━━ Extracted material ━━

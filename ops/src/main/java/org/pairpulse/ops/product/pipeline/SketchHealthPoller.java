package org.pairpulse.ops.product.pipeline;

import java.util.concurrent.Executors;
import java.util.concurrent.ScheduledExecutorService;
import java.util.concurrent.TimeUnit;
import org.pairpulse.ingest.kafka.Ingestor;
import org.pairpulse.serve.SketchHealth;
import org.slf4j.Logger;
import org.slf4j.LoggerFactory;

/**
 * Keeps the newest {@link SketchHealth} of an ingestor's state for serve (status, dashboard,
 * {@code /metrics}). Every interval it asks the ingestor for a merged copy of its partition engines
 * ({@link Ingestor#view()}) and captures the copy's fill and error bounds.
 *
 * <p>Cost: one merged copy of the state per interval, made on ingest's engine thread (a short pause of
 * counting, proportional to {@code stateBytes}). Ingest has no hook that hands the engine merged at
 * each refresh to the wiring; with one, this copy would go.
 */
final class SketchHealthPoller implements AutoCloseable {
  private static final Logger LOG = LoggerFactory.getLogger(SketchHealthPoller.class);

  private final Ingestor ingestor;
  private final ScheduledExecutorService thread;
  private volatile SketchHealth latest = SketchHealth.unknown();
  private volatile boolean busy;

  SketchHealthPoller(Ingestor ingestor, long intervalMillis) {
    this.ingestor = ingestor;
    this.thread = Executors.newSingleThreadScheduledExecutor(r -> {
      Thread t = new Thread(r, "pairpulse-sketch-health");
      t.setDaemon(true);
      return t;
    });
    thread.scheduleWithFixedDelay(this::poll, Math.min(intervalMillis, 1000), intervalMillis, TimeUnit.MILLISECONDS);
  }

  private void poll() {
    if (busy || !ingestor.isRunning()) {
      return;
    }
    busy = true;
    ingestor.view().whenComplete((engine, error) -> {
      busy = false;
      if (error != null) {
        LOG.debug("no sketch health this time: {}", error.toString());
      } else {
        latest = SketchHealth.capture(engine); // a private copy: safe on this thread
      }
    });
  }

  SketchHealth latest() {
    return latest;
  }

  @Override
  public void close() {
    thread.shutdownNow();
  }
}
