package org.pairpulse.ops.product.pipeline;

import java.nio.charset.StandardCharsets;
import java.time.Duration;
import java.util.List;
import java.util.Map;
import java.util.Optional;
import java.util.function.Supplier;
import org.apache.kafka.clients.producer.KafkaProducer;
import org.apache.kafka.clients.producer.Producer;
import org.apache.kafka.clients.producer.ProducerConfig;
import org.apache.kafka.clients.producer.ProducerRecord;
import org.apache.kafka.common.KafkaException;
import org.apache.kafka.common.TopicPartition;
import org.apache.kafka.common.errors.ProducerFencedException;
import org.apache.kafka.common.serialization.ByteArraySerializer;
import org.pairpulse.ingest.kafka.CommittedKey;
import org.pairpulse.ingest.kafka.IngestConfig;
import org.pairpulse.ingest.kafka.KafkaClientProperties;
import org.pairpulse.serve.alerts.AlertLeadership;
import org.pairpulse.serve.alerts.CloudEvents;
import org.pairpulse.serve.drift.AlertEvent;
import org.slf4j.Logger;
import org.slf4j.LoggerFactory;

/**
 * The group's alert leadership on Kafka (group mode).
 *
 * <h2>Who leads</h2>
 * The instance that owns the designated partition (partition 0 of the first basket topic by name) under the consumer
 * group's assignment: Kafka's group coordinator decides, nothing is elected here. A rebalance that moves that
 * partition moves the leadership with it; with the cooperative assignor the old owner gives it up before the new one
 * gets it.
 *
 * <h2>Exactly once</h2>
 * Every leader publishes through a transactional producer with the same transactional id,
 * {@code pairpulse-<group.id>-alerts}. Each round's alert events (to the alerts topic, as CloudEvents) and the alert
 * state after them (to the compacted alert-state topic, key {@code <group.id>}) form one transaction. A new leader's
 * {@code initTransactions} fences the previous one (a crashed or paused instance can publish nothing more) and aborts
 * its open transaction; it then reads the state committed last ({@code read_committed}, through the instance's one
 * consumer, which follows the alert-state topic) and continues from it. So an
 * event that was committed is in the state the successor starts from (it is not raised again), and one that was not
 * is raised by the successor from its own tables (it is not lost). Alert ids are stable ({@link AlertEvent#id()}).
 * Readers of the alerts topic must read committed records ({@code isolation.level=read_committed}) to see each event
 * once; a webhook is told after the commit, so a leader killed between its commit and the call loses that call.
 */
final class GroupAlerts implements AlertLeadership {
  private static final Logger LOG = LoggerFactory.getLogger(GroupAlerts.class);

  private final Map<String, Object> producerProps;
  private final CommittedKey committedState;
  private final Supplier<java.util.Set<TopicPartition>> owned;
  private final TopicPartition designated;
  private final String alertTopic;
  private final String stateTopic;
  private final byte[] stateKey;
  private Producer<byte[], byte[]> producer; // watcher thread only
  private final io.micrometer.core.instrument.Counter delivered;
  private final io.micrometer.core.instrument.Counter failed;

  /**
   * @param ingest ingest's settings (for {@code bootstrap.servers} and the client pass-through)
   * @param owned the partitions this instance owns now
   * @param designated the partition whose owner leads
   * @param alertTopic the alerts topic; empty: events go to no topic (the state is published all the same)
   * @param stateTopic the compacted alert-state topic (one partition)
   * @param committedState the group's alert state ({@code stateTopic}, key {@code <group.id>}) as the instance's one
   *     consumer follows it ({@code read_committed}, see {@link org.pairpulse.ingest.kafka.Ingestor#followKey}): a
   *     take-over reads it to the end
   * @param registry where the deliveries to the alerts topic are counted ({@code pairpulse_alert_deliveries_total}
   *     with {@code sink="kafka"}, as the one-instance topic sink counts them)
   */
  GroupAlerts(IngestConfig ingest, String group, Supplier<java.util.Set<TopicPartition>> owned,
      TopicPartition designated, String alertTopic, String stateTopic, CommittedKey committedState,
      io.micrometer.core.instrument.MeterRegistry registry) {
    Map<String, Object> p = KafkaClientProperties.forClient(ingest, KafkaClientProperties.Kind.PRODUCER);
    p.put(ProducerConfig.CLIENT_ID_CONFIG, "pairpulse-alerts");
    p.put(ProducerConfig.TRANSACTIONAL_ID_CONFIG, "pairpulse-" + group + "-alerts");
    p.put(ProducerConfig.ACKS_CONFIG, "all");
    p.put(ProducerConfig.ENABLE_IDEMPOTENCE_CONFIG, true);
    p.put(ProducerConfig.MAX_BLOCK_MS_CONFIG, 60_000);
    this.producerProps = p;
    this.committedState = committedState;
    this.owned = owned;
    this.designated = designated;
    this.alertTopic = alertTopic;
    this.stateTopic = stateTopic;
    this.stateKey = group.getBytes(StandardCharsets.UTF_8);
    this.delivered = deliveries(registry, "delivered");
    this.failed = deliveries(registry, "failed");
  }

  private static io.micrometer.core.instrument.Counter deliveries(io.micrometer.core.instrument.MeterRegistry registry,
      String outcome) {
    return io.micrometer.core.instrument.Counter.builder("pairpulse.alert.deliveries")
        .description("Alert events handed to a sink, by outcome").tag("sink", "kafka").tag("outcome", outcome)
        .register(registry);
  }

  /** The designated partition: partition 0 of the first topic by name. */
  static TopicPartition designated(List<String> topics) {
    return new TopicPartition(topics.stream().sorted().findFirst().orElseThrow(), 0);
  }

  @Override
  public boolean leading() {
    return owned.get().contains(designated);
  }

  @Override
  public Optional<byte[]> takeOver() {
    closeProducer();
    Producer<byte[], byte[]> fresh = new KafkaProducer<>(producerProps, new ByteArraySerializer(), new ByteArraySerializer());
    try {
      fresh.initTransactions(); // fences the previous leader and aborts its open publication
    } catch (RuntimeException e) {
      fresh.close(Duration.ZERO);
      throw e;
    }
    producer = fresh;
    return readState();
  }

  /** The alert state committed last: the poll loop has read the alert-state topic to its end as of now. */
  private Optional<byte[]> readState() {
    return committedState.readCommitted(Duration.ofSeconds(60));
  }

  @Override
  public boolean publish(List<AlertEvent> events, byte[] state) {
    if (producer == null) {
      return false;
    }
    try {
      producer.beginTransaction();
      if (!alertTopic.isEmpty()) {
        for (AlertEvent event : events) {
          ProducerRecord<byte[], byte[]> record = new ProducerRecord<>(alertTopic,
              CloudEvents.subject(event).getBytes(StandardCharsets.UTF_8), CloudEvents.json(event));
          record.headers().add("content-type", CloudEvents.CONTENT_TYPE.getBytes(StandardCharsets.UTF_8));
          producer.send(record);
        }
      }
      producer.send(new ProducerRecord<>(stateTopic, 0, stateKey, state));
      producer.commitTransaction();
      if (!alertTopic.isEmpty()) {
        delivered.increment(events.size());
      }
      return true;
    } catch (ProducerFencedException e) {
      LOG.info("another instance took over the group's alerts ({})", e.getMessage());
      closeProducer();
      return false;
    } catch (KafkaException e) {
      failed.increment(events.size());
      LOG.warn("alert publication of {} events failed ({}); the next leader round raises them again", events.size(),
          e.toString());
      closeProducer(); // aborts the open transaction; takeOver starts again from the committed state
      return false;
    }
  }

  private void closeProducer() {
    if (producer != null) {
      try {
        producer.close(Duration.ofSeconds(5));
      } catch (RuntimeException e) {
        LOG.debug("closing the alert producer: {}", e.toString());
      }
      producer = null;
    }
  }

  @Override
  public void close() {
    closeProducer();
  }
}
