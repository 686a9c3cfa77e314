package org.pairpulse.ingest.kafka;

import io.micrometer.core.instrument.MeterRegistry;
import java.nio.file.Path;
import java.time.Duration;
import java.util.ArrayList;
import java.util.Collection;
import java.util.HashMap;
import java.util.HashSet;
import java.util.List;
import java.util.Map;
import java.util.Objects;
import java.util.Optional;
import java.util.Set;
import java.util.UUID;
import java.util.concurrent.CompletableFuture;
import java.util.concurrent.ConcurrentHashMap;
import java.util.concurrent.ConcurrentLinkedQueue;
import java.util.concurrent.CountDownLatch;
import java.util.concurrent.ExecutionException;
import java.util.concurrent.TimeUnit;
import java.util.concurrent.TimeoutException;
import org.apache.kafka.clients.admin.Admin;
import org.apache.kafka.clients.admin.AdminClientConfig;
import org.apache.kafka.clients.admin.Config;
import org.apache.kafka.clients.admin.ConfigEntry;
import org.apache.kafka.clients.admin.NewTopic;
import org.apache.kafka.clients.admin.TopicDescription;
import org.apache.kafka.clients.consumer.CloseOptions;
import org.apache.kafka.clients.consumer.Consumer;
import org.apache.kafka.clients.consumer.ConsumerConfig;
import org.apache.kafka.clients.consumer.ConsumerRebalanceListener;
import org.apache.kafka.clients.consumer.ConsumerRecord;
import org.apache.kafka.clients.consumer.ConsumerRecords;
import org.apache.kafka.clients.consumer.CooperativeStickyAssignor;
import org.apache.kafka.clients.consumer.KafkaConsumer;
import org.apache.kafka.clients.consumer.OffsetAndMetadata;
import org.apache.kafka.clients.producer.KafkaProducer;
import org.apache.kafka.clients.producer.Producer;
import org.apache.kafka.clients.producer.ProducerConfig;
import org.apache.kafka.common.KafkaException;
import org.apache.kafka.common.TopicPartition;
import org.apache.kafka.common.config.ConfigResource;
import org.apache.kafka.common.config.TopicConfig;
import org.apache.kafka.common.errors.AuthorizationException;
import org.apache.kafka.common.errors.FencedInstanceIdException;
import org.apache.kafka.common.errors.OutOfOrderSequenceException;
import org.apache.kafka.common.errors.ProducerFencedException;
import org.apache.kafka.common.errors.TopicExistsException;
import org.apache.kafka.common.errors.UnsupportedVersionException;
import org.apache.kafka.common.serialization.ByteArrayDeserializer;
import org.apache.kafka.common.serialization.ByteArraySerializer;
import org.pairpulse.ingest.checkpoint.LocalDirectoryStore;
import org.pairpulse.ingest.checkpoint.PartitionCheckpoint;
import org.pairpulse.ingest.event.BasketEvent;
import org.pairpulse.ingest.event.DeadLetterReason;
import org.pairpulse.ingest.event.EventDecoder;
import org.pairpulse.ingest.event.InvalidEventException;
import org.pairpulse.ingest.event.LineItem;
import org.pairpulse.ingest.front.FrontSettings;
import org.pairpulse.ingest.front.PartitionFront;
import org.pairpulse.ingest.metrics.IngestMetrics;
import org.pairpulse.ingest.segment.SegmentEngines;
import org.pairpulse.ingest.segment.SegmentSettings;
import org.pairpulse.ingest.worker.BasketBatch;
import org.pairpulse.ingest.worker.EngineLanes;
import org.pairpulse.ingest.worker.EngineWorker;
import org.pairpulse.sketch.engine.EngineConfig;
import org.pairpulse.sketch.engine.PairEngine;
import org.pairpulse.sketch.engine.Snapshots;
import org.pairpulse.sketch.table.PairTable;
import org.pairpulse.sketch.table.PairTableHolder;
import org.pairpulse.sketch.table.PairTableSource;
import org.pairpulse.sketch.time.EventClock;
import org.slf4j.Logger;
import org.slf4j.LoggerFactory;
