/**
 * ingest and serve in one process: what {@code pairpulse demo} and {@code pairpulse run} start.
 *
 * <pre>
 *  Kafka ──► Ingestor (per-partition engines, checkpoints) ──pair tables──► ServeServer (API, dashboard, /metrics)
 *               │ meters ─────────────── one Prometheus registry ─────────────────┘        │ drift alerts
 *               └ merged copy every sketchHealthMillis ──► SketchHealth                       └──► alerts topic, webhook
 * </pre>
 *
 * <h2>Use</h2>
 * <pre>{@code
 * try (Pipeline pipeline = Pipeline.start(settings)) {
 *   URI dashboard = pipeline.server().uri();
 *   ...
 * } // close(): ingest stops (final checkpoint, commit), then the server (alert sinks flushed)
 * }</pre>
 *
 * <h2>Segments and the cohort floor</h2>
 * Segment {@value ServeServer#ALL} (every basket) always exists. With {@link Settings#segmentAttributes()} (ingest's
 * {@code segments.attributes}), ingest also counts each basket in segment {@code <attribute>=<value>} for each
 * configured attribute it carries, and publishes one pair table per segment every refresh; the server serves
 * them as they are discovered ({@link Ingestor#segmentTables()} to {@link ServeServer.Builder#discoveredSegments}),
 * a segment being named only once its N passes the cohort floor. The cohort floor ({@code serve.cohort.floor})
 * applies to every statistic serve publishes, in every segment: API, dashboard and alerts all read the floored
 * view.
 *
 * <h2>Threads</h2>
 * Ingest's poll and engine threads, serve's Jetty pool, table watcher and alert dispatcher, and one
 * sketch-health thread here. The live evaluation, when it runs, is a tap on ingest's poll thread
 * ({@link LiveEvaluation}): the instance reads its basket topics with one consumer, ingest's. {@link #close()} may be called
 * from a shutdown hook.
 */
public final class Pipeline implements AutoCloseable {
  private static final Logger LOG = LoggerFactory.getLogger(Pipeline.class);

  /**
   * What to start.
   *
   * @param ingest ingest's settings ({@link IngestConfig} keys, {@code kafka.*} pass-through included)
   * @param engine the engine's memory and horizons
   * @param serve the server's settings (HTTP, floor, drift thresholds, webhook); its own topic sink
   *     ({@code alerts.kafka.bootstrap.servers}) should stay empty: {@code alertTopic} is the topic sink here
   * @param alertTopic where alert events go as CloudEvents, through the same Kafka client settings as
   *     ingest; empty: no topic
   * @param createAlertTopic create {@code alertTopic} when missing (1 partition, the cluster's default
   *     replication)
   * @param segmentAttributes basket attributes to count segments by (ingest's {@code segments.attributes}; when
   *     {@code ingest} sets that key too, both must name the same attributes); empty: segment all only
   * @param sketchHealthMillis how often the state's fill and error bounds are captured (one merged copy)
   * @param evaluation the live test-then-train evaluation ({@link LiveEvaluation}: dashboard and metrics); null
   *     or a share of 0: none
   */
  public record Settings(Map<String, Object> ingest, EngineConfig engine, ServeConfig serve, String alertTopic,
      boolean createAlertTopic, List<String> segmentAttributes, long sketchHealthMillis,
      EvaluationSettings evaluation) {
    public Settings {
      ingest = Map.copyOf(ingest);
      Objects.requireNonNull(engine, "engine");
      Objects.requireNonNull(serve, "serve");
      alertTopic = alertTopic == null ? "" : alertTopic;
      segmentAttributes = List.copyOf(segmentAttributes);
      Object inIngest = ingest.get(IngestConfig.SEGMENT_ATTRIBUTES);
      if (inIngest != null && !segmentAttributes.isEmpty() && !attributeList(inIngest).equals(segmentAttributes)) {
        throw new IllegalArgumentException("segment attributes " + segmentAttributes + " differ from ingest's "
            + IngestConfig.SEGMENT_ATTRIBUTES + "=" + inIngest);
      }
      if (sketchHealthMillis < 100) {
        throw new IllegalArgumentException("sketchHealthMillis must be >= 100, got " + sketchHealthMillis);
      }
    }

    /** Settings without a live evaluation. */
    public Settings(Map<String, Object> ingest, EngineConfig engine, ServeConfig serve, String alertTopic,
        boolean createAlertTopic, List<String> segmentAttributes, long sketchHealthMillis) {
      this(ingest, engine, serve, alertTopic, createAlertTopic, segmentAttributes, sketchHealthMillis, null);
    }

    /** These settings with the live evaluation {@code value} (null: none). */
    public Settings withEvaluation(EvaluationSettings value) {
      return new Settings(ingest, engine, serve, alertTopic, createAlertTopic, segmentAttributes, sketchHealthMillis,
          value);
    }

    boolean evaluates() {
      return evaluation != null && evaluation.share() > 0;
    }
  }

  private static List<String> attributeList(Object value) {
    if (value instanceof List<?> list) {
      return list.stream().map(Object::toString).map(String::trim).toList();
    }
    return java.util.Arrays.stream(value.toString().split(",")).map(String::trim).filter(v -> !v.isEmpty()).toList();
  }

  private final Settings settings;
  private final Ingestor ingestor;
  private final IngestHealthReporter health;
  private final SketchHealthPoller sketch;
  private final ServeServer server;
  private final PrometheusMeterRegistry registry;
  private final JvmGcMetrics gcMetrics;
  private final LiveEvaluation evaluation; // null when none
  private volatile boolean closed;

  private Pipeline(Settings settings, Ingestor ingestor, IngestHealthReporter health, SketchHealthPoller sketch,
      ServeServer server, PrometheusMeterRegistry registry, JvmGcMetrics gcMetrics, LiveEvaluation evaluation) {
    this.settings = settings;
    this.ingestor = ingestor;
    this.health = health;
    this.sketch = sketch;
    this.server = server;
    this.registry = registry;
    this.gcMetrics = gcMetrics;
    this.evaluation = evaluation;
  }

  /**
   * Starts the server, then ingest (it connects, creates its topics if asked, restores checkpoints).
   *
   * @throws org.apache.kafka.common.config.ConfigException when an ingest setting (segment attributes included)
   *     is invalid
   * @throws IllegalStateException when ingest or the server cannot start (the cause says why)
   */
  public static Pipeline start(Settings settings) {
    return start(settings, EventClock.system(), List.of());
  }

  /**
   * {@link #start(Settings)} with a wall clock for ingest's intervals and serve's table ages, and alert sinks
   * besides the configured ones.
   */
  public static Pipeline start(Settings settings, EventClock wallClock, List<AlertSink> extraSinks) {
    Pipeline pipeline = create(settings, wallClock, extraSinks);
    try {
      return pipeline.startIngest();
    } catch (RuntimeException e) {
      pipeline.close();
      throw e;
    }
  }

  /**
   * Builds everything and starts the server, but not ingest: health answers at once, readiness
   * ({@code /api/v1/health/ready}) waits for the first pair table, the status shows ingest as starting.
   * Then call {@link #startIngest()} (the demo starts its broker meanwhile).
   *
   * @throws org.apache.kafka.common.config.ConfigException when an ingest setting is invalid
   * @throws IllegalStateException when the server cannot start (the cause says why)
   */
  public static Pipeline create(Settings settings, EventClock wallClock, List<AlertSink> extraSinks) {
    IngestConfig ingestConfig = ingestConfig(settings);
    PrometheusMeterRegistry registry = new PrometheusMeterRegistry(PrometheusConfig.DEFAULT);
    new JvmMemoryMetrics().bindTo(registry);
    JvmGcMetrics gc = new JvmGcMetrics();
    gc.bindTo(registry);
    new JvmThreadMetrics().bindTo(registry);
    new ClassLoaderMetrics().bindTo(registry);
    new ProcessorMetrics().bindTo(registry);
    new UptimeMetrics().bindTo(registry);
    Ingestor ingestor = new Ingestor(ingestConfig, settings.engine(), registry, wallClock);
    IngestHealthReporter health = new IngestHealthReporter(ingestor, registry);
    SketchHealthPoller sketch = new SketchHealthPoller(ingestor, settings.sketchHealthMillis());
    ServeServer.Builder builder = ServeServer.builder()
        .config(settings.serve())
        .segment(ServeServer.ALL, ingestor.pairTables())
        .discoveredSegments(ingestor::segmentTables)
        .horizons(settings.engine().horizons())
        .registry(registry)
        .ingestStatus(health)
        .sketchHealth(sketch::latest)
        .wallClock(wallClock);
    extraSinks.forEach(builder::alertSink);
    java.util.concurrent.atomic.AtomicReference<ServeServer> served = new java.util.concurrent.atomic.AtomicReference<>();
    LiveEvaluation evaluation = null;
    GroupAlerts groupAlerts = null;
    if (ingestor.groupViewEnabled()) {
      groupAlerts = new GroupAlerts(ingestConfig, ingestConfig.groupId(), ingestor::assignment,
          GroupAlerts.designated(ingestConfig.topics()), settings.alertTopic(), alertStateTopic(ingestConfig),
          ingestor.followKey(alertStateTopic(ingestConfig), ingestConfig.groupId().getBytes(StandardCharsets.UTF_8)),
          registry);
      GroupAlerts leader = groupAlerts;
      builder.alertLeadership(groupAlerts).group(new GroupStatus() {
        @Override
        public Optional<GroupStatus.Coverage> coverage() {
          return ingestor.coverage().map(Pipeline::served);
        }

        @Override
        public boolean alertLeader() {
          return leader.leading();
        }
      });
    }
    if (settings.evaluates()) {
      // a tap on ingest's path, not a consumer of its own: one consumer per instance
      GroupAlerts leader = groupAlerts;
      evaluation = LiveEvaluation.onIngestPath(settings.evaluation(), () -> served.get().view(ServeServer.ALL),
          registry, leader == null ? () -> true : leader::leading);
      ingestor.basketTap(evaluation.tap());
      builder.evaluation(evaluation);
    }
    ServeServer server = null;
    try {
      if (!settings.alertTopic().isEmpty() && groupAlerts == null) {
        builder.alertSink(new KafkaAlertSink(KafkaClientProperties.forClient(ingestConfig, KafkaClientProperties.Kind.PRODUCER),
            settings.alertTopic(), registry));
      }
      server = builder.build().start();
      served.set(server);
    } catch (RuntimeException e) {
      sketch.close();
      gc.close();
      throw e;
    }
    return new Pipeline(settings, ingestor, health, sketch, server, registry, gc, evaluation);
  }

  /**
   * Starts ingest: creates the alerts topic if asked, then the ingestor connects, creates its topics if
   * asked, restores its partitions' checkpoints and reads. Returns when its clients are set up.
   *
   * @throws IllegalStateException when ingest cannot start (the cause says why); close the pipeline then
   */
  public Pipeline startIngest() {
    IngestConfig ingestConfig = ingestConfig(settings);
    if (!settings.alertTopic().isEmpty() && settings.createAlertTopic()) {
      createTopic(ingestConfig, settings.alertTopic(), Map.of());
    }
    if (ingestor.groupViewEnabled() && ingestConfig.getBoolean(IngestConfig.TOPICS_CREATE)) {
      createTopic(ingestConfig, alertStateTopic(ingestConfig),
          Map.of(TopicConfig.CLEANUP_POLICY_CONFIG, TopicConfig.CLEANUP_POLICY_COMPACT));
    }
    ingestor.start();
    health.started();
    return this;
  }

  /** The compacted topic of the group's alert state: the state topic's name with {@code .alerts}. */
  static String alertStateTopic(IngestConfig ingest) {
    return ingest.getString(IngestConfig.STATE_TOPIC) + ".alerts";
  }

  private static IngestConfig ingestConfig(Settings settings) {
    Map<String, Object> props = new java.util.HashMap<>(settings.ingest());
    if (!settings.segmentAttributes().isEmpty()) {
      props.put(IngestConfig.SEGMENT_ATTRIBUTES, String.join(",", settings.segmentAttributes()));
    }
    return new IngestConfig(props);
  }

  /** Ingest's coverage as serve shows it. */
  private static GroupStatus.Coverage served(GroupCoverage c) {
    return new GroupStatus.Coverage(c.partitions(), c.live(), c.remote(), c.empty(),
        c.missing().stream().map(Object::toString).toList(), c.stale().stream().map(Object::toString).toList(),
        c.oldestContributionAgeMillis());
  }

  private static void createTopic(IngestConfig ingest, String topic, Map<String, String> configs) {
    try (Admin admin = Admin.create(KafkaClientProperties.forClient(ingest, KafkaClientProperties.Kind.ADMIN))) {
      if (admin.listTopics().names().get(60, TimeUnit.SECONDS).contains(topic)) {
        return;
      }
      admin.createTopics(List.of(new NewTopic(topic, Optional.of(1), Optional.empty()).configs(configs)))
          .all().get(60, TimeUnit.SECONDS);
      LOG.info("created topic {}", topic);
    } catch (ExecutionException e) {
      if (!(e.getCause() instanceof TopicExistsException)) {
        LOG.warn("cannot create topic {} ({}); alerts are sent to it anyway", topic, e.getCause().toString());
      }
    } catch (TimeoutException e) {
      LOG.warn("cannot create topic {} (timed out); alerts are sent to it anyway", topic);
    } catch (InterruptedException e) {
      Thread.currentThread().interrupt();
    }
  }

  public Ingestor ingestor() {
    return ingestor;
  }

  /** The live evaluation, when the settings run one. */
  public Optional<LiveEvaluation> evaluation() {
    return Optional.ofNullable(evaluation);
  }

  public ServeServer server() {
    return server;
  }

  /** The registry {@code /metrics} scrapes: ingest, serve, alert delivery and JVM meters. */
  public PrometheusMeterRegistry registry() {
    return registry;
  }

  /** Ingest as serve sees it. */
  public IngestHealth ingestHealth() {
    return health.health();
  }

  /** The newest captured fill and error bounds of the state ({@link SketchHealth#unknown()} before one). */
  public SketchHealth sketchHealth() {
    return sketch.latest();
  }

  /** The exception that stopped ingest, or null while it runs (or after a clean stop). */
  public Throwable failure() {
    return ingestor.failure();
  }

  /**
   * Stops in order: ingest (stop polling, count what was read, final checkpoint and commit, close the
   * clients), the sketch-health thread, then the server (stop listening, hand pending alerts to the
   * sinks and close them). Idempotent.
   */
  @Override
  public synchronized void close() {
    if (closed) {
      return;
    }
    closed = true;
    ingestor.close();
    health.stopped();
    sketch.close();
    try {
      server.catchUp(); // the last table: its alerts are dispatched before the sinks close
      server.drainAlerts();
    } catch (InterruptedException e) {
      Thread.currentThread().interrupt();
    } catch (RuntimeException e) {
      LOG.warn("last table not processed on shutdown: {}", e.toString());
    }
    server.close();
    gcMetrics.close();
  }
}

━━━

What to do:
Only the lines with the string "bounds" are wanted; pick them out of the records above and copy them.

Your response:
 * ({@link Ingestor#view()}) and captures the copy's fill and error bounds.
   * @param sketchHealthMillis how often the state's fill and error bounds are captured (one merged copy)
  /** The newest captured fill and error bounds of the state ({@link SketchHealth#unknown()} before one). */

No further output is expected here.